Les dernières divergences concernant une nouvelle loi sur la radio et la télévision ne seront examinées que l'an prochain. La commission a par ailleurs décidé, par 6 voix contre 5, de ne pas entrer en matière sur un projet de loi visant à percevoir des émoluments et des taxes dans les domaines d'activité du DETEC

La Commission des transports et des télécommunications (CTT) du Conseil des États se consacre depuis le printemps dernier à l'examen approfondi de larévision totale de la loi sur la radio et la télévision (LRTV) (02.093). Elle est quasiment parvenue à sa séance d'hier à achever ses délibérations : il ne lui reste donc plus qu'à se pencher sur les propositions de réexamen et à procéder à l'élimination des dernières divergences.

Lors de la séance, la commission s'est prononcée sur deux aspects du projet de loi : les études d'audience et l'autorité indépendante de surveillance en matière de radio-télévision.

Contrairement à ce que propose le Conseil national, les études d'audience (art. 85a) ne devraient pas être confiées à une fondation. Par 4 voix contre 1, et 4 abstentions, la commission s'est prononcée en faveur d'une solution impliquant directement la branche, puisqu'il est prévu de confier cette tâche à un organe paritaire réunissant des représentants de la SSR, d'une part, et des diffuseurs privés, d'autre part. Pour le cas où les parties prenantes ne parviendraient pas à signer un tel accord, il a été décidé que le Conseil fédéral pourrait lui-même créer en dernier recours une instance de ce type.

La commission s'est prononcée à l'unanimité en faveur du statu quo à propos de l'autorité indépendante d'examen des plaintes en matière de radio-télévision (AIEP) (art. 86).

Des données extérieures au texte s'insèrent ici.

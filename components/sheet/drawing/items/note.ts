import type { Note } from '@/lib/layout/items';
import { LINE_PITCH, noteLines, noteSizeMm } from '@/lib/layout/note-lines';
import type { Palette } from '@/lib/layout/palette';
import { letter, type Ink } from '../ink';

/** Height of a capital over the size of its font, in the product's own font. */
const CAPITAL_SHARE = 0.7;
/** Words smaller than this on the screen could not be read, so they are lettered this large, px of capitals. */
const LEAST_CAPITAL_PX = 7.5;

/** How many times larger than on the floor a note is lettered at this zoom, so that it can be read. */
export function noteGrowth(note: Note, px: number): number {
  return Math.max(1, (LEAST_CAPITAL_PX * px) / note.sizeMm);
}

/** The words of a note, hanging below and right of its place. Item frame. */
export function drawNote(ink: Ink, palette: Palette, px: number, note: Note): void {
  const capitalMm = note.sizeMm * noteGrowth(note, px);
  noteLines(note).forEach((text, index) =>
    letter(ink, palette, px, {
      text,
      xMm: 0,
      yMm: -capitalMm * (1 + index * LINE_PITCH),
      sizePx: capitalMm / px / CAPITAL_SHARE,
      align: 'left',
      baseline: 'alphabetic',
      weight: 500,
    }),
  );
}

/** The box of a note as it is lettered at this zoom. */
export function lettersOfNote(note: Note, px: number): { widthMm: number; heightMm: number } {
  const { width, height } = noteSizeMm(note);
  const growth = noteGrowth(note, px);
  return { widthMm: width * growth, heightMm: height * growth };
}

Autrement dit, la surveillance des dispositions concernant la publicité et le parrainage est exercée d'office par l'OFCOM, tandis que la surveillance des programmes incombe à l'AIEP, qui intervient en cas de plainte. Mais une innovation a été introduite : il est désormais prévu de confier aussi à l'AIEP la compétence de régler les conflits liés à l'accès aux programmes.

Enfin, la commission a examiné le projet d'une loi fédérale sur la perception d'émoluments et de taxes de surveillance dans les domaines d'activité du DETEC (03.065), auquel étaient joints deux rapports complémentaires du département concerné. Si la commission se félicite de l'intention du DETEC d'asseoir formellement la perception de l'ensemble des émoluments sur une base légale unique, elle considère que la multiplication des taxes de surveillance est à la fois juridiquement problématique et entachée d'opacité. Aussi a-t-elle rejeté l'entrée en matière par 6 voix contre 5.

La commission s'est réunie le 22 novembre 2004 à Berne sous la présidence de M. Rolf Escher, conseiller aux États (PDC/VS) et pour partie en présence de M. Moritz Leuenberger, conseiller fédéral.